«das letzte wort»

Es gibt Menschen, die verzichten auf einen Gewinn im Lebenslotto. So geschehen am vergangenen Wochenende. Ich habe das Gespräch zweier Frauen im Zug mitverfolgt. «Woher stammt eigentlich dein Name?» Die Dame gegenüber ist sichtlich stolz. «Mein Mann ist Türke.» Gutgelaunt unterhalten sich die beiden über die Schönheiten des Landes. «Habt ihr schon mal ans Auswandern gedacht?» «Nicht konkret. Aber Izmir würde mir als Küstenstadt der Ägäis schon gefallen.» «Istanbul ist kein Thema?» «Nein, auf keinen Fall. Da hat es kaum noch Türken, viel zu viele Ausländer.» «Ach, das ist hier doch nicht anders. Bei uns in der Strasse hat es jedenfalls kaum noch Schweizer.» Die Frauen sehen sich an, nicken und seufzen.
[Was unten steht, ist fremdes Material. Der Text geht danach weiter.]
"""Build and run the cocotb test for one module with cocotb's Python runner.

Run as a child process (``python -m adder_forge.checks.cocotb_run``, built as a Command in cocotb_check.py) so
the runner's own process handling never reaches the caller; prints the summary line and exits 0 or 1.
"""

from __future__ import annotations

import argparse
import os
import sys
from pathlib import Path


def main(argv=None) -> int:
    ap = argparse.ArgumentParser()
    ap.add_argument("--sim", required=True, choices=("icarus", "verilator"))
    ap.add_argument("--source", required=True)
    ap.add_argument("--top", required=True)
    ap.add_argument("--workdir", required=True)
    ap.add_argument("--build-arg", action="append", default=[], help="one argument for the simulator's build")
    args = ap.parse_args(argv)

    from cocotb_tools.check_results import get_results
    from cocotb_tools.runner import get_runner

    os.environ.pop("PYTEST_CURRENT_TEST", None)
    work = Path(args.workdir).resolve()
    runner = get_runner(args.sim)
    build_args = list(args.build_arg)
    runner.build(sources=[Path(args.source).resolve()], hdl_toplevel=args.top, build_dir=work / "build",
                 timescale=("1ns", "1ps"), build_args=build_args)
    xml = work / "results.xml"
    env = {k: v for k, v in os.environ.items() if k.startswith("ADDER_FORGE_")}
    env["PYTHONPATH"] = os.pathsep.join(p for p in sys.path if p)
    runner.test(test_module="adder_forge.checks.cocotb_bench", hdl_toplevel=args.top, build_dir=work / "build",
                test_dir=work, results_xml=str(xml), extra_env=env, timescale=("1ns", "1ps"))
    tests, failed = get_results(xml)
    print(f"{args.top}: cocotb {tests - failed} of {tests} tests passed")
    return 0 if tests and not failed else 1


if __name__ == "__main__":
    sys.exit(main())
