"""Mutation operators on emitted Verilog text, for testing the checks themselves.

Each mutant is the module with one change, of the kind a hand edit or a generator bug makes: a gate of
another type, two operands swapped, a wire stuck at 0 or 1, a wrong bit index. A mutant either changes
the function (every check must then fail it) or not (an equivalent mutant, which only a proof can tell:
see tests/test_mutation.py and docs/mutation.md). Operators work on the text, not the IR, so that they
test the checks on what the user actually receives.
"""

from __future__ import annotations

import re
from dataclasses import dataclass, replace
from typing import Iterator

OPERATORS = ("gate", "swap", "stuck0", "stuck1", "bit")
_WIRE = re.compile(r"^(    wire )(\[\d+:\d+\] )?(\w+)( = )(.*)(;)$")
_ASSIGN = re.compile(r"^(    assign )(\w+)( = )(.*)(;)$")
_DECL = re.compile(r"\b(?:input|output)?\s*wire\s+\[(\d+):0\]\s+(\w+)")
_INDEX = re.compile(r"\b(\w+)\[(\d+)(?::(\d+))?\]")
_OPERAND = re.compile(r"1'b[01]|\w+(?:\[\d+(?::\d+)?\])?")
_GATE_NEXT = {"&": "|", "|": "^", "^": "&", "+": "-"}  # a different function for every operator


@dataclass(frozen=True)
class Mutant:
    operator: str
    line: int  # 1-based line of the module text that was changed
    before: str
    after: str
    verilog: str  # the whole mutated module, renamed

    def describe(self) -> str:
        return f"{self.operator} at line {self.line}: `{self.before.strip()}` -> `{self.after.strip()}`"


def _edits(line: str, widths: dict[str, int], next_line: str | None) -> Iterator[tuple[str, str]]:
    """(operator, new line) for every single change this line admits."""
    m = _WIRE.match(line) or _ASSIGN.match(line)
    if not m:
        return
    is_wire = m.re is _WIRE
    head = "".join(g or "" for g in m.groups()[:-2])
    expr, tail = m.group(m.lastindex - 1), m.group(m.lastindex)
    # gate: one operator of another type (XNOR loses its ~, NOT loses its ~)
    for k, ch in enumerate(expr):
        if ch in _GATE_NEXT:
            yield "gate", head + expr[:k] + _GATE_NEXT[ch] + expr[k + 1 :] + tail
    if expr.startswith("~"):
        yield "gate", head + expr[1:] + tail
    # swap: two operands in positions that are not symmetric (AO21's AND input and OR input; MUX data
    # inputs; MUX select and data), or the first operands of two neighbouring gates crossed
    ops = list(_OPERAND.finditer(expr))
    ao = re.fullmatch(r"\((\S+) & (\S+)\) \| (\S+)", expr)
    mux = re.fullmatch(r"(\S+) \? (\S+) : (\S+)", expr)
    if ao:
        x, y, z = ao.groups()
        if y != z:
            yield "swap", head + f"({x} & {z}) | {y}" + tail
    elif mux:
        s, d1, d0 = mux.groups()
        if d1 != d0:
            yield "swap", head + f"{s} ? {d0} : {d1}" + tail
        if s != d1:
            yield "swap", head + f"{d1} ? {s} : {d0}" + tail
    elif is_wire and next_line is not None and ops:
        n = _WIRE.match(next_line)
        if n:
            other = list(_OPERAND.finditer(n.group(5)))
            if other and other[0].group(0) != ops[0].group(0) and other[0].group(0) != m.group(3):
                yield "swap", head + expr[: ops[0].start()] + other[0].group(0) + expr[ops[0].end():] + tail
    # stuck at 0 / 1: a gate's output replaced by a constant
    if is_wire and m.group(2) is None:
        yield "stuck0", head + "1'b0" + tail
        yield "stuck1", head + "1'b1" + tail
    # bit: one index moved to its neighbour (a part select shifted by one)
    for ix in _INDEX.finditer(expr):
        name, hi, lo = ix.group(1), int(ix.group(2)), ix.group(3)
        top = widths.get(name)
        if top is None:
            continue
        if lo is None:
            new = hi + 1 if hi + 1 < top else hi - 1
            if new < 0:
                continue
            sel = f"{name}[{new}]"
        else:
            lo = int(lo)
            if hi + 1 < top:
                sel = f"{name}[{hi + 1}:{lo + 1}]"
            elif lo > 0:
                sel = f"{name}[{hi - 1}:{lo - 1}]"
            else:
                continue
        yield "bit", head + expr[: ix.start()] + sel + expr[ix.end():] + tail


def mutants(verilog: str, name: str, new_name: str) -> list[Mutant]:
    """Every single-change mutant of a module, each renamed ``new_name`` + ``_m`` + its index."""
    lines = verilog.split("\n")
    widths = {m.group(2): int(m.group(1)) + 1 for m in _DECL.finditer(verilog)}
    header = f"module {name} ("
    at = lines.index(header)
    out: list[Mutant] = []
    seen: set[tuple[int, str]] = set()
    for i, line in enumerate(lines):
        nxt = lines[i + 1] if i + 1 < len(lines) else None
        for op, new in _edits(line, widths, nxt):
            if new == line or (i, new) in seen:  # the same text from two operators counts once
                continue
            seen.add((i, new))
            text = lines[:]
            text[i] = new
            text[at] = f"module {new_name}_m{len(out)} ("
            out.append(Mutant(op, i + 1, line, new, "\n".join(text)))
    return out


def sample(all_mutants: list[Mutant], per_operator: int) -> list[Mutant]:
    """Up to ``per_operator`` of each operator, evenly spread over the module, keeping their names."""
    picked: list[Mutant] = []
    for op in OPERATORS:
        mine = [m for m in all_mutants if m.operator == op]
        if len(mine) <= per_operator:
            picked += mine
        else:
            picked += [mine[(k * len(mine)) // per_operator] for k in range(per_operator)]
    return sorted(picked, key=_index)


def _index(m: Mutant) -> int:
    return int(re.search(r"^module \w+_m(\d+) \(", m.verilog, re.M).group(1))


def module_name(m: Mutant) -> str:
    return re.search(r"^module (\w+) \(", m.verilog, re.M).group(1)



def mutant_design(base, mutant: Mutant):
    """A Design for the mutant: its module, and a testbench that reads the base design's vectors file."""
    from ..emit.testbench import emit_testbench

    name = module_name(mutant)
    s = base.spec
    tb = emit_testbench(name, base.net.iface, base.testbench.plan, base.testbench.pick.max_bytes,
                        vectors_file=base.testbench.vectors_file)
    # the network keeps the base function and ports; only its name changes, for formal.prove's miter
    return replace(base, spec=replace(s, name=name), net=replace(base.net, name=name), verilog=mutant.verilog,
                   testbench=tb)
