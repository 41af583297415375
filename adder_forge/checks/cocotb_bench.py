"""cocotb test that drives an adder module and compares it with Python integer addition.

Loaded by cocotb inside the simulator (see cocotb_run.py); its parameters arrive in the environment.
"""

from __future__ import annotations

import os

import cocotb
from cocotb.triggers import Timer

from adder_forge.emit.vectors import make_plan


def _env_int(key: str, default: int) -> int:
    return int(os.environ.get(key, default))


@cocotb.test()
async def adds_like_python(dut):
    width = _env_int("ADDER_FORGE_WIDTH", 1)
    carry_in = bool(_env_int("ADDER_FORGE_CARRY_IN", 1))
    carry_out = bool(_env_int("ADDER_FORGE_CARRY_OUT", 1))
    plan = make_plan(width, carry_in, _env_int("ADDER_FORGE_EXHAUSTIVE_LIMIT", 1 << 12),
                     _env_int("ADDER_FORGE_RANDOM", 1000), _env_int("ADDER_FORGE_SEED", 1))
    name = os.environ.get("ADDER_FORGE_NAME", "dut")
    mask = (1 << (width + 1 if carry_out else width)) - 1
    passed = failed = 0
    first = None
    for a, b, cin in plan.triples():
        dut.a.value = a
        dut.b.value = b
        if carry_in:
            dut.cin.value = cin
        await Timer(1, unit="ns")
        got = int(dut.sum.value)
        if carry_out:
            got |= int(dut.cout.value) << width
        want = (a + b + cin) & mask  # the reference: Python integer addition
        if got == want:
            passed += 1
        else:
            failed += 1
            if first is None:
                first = f"a=0x{a:x} b=0x{b:x} cin={cin} expected=0x{want:x} got=0x{got:x}"
                dut._log.error("%s: MISMATCH %s", name, first)
    dut._log.info("%s: %d passed, %d failed", name, passed, failed)
    assert failed == 0, f"{name}: {failed} of {passed + failed} vectors failed; first: {first}"
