@pytest.mark.formal
@pytest.mark.slow
def test_converted_verilog_proven_equal_to_the_flat_verilog(tmp_path, wheel_yosys):
    pairs = []
    for case, width in PROOF_CASES:
        comp = component(mapping(case, width))
        name = comp.network.name
        pairs.append((name, emit_module(comp.network, []), _converted(comp, f"{name}_am")))
    ok, log = _prove_pairs(tmp_path, pairs)
    last = re.findall(r"PROVING (\w+)", log)
    assert ok, f"not proven: {last[-1] if last else '?'}\n" + "\n".join(log.splitlines()[-30:])


@pytest.mark.formal
def test_proof_catches_a_broken_gate_in_the_converted_verilog(tmp_path, wheel_yosys):
    """A carry gate swapped in the Amaranth component: the proof must fail, and its counterexample must
    be an input where the broken component does not add (checked in Amaranth's simulator)."""
    net = elaborate(make_spec("am_bad33", 33, "prefix", prefix="brent-kung"))
    carry = gate_indices(net, "prefix")
    broken = component_from_network(break_gate(net, carry[len(carry) // 2]))
    ok, log = _prove_pairs(tmp_path, [("am_bad33", emit_module(net, []), _converted(broken, "am_bad33_am"))])
    assert not ok and "proof did fail" in log
    cex = {m.group(1): int(m.group(2), 2)
           for m in re.finditer(r"^\s+\\in_(\w+)\s+\S+\s+\S+\s+([01]+)\s*$", log, re.M)}
    assert set(cex) == {"a", "b", "cin"}, log[-1500:]
    again = component_from_network(break_gate(net, carry[len(carry) // 2]))
    assert simulate(again, [(cex["a"], cex["b"], cex["cin"])]) != []
    (tmp_path / "good").mkdir()
    good = component_from_network(net)
    ok, log = _prove_pairs(tmp_path / "good", [("am_bad33", emit_module(net, []), _converted(good, "am_bad33_am"))])
    assert ok, log[-2000:]
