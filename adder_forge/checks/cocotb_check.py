"""The cocotb check: a cocotb 2.x test driving the emitted module, in a simulator of the registry."""

from __future__ import annotations

import json
import sys
from pathlib import Path

from ..emit.design import Design
from ..emit.testbench import clocking_summary
from ..emit.vectors import plan_for
from ..base.errors import UsageError
from ..base.tools import Command, run
from . import simulators
from .outcome import Outcome, read


def run_cocotb(d: Design, simulator: str, workdir: Path, random_count: int = 1000, seed: int = 1,
               exhaustive_limit: int = 1 << 12, timeout: float = 1800) -> Outcome:
    sim = simulators.get(simulator)()
    if not sim.cocotb:
        raise UsageError(f"cocotb does not run in {sim.name}", "verify", "--sim")
    workdir = Path(workdir)
    workdir.mkdir(parents=True, exist_ok=True)
    src = workdir / f"{d.spec.name}.v"
    src.write_text(d.verilog, encoding="utf-8")
    sim.require()  # a clear error before cocotb's own
    # the test's parameters, as data: the interface record and the plan (cocotb_bench.load reads them)
    params = workdir / "cocotb_parameters.json"
    params.write_text(json.dumps({"name": d.spec.name, "interface": d.net.iface.to_json(),
                                  "plan": {"exhaustive_limit": exhaustive_limit, "random": random_count,
                                           "seed": seed}}), encoding="utf-8")
    env = (("ADDER_FORGE_COCOTB", str(params.resolve())), ("PYTEST_CURRENT_TEST", ""))
    cmd = Command((sys.executable, "-m", "adder_forge.checks.cocotb_run", "--sim", sim.cocotb, "--source", str(src),
                   "--top", d.spec.name, "--workdir", str(workdir),
                   *(f"--build-arg={a}" for a in sim.cocotb_build_args())), str(workdir), env, timeout)
    # the row says which vectors and, for a pipelined adder, how they were clocked, as the other checks do;
    # the count the plan makes is the count the test must report
    plan = plan_for(d.net.iface, exhaustive_limit, random_count, seed)
    clocked = clocking_summary(d.net.iface)
    passing = f"{plan.describe()}; cocotb test passed" + (f"; {clocked}" if clocked else "")
    [o] = read(run(cmd), f"cocotb-{sim.name}", [d.spec.name], [passing], [plan.count])
    return o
Was haben diese Frauen erlebt, dass sie sich so abgrenzen? Macht es sie ängstlich, wenn sie ihre Bedürfnisse, beispielsweise in einem Mietshaus, nicht mitteilen können, weil nicht alle der deutschen Sprache mächtig sind? Wirken grosse Gruppen Männer anderer Hautfarbe bedrohlich? Ich ertappe mich dabei, ihre Meinungen zu bewerten, ohne nachgehakt zu haben. Dabei hätte ich einiges zu erzählen. Ich bin in Spreitenbach aufgewachsen mit einer Handvoll Schweizern in meiner Primarschulklasse. Meine Lieblingssüssigkeit hiess schnell cioccolata. Die Grossmutter einer Mitschülerin war Muslimin. Als ich sie über ihre Religion ausfragte, hat sie mich einfach beim Gebet dabei sein lassen. Der türkische Ladeninhaber trug meiner Mutter die Einkäufe nach Hause. Und sie brachte der jungen Frau aus Ex-Jugoslawien die ersten Sätze für den Alltag bei. An diesem Lebenslotto-Gewinn würde ich andere gerne teilhaben lassen – und damit bin ich sicher nicht alleine. Die nächste Chance werde ich nutzen.